(Stored data entries)

namespace Lookahead.Core.Validation;

/// <summary>One reason a document or request was refused.</summary>
/// <param name="Path">JSON path of the offending field, e.g. <c>cost.inputWeight</c> or <c>plant.a[2][0]</c>.</param>
/// <param name="Reason">Plain-language reason.</param>
public sealed record ValidationError(string Path, string Reason);
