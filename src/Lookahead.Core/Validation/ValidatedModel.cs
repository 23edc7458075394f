using Lookahead.Core.Models;
using MathNet.Numerics.LinearAlgebra;

namespace Lookahead.Core.Validation;

/// <summary>
/// A model whose shapes, numbers and definiteness have been checked, as dense matrices.
/// A and B are still in the document's time domain; weights are symmetrised.
/// </summary>
internal sealed record ValidatedModel(
    ModelDocument Document,
    Matrix<double> A,
    Matrix<double> B,
    Matrix<double> C,
    bool OutputIsState,
    double SampleTime,
    TimeDomain TimeDomain,
    int Horizon,
    Matrix<double> OutputWeight,
    Matrix<double> InputWeight,
    Matrix<double> InputRateWeight,
    TerminalWeightKind TerminalKind,
    Matrix<double>? TerminalMatrix,
    ValidatedLimits Limits)
{
    public int StateCount => A.RowCount;

    public int InputCount => B.ColumnCount;

    public int OutputCount => C.RowCount;
}

/// <summary>Limits with unbounded entries as ±∞, so the solver needs no null checks.</summary>
internal sealed record ValidatedLimits(
    double[] InputMin,
    double[] InputMax,
    double[] InputRateMin,
    double[] InputRateMax,
    double[] OutputMin,
    double[] OutputMax,
    double[] OutputViolationWeight)
{
    public bool HasInputBounds => InputMin.Any(double.IsFinite) || InputMax.Any(double.IsFinite);

    public bool HasRateBounds => InputRateMin.Any(double.IsFinite) || InputRateMax.Any(double.IsFinite);

    public bool HasOutputBounds => OutputMin.Any(double.IsFinite) || OutputMax.Any(double.IsFinite);

    public bool Any => HasInputBounds || HasRateBounds || HasOutputBounds;
}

** Task instructions **
Each line above that contains the string "bool" should be identified and copied.

** Expected output **
    bool OutputIsState,
    public bool HasInputBounds => InputMin.Any(double.IsFinite) || InputMax.Any(double.IsFinite);
    public bool HasRateBounds => InputRateMin.Any(double.IsFinite) || InputRateMax.Any(double.IsFinite);
    public bool HasOutputBounds => OutputMin.Any(double.IsFinite) || OutputMax.Any(double.IsFinite);
    public bool Any => HasInputBounds || HasRateBounds || HasOutputBounds;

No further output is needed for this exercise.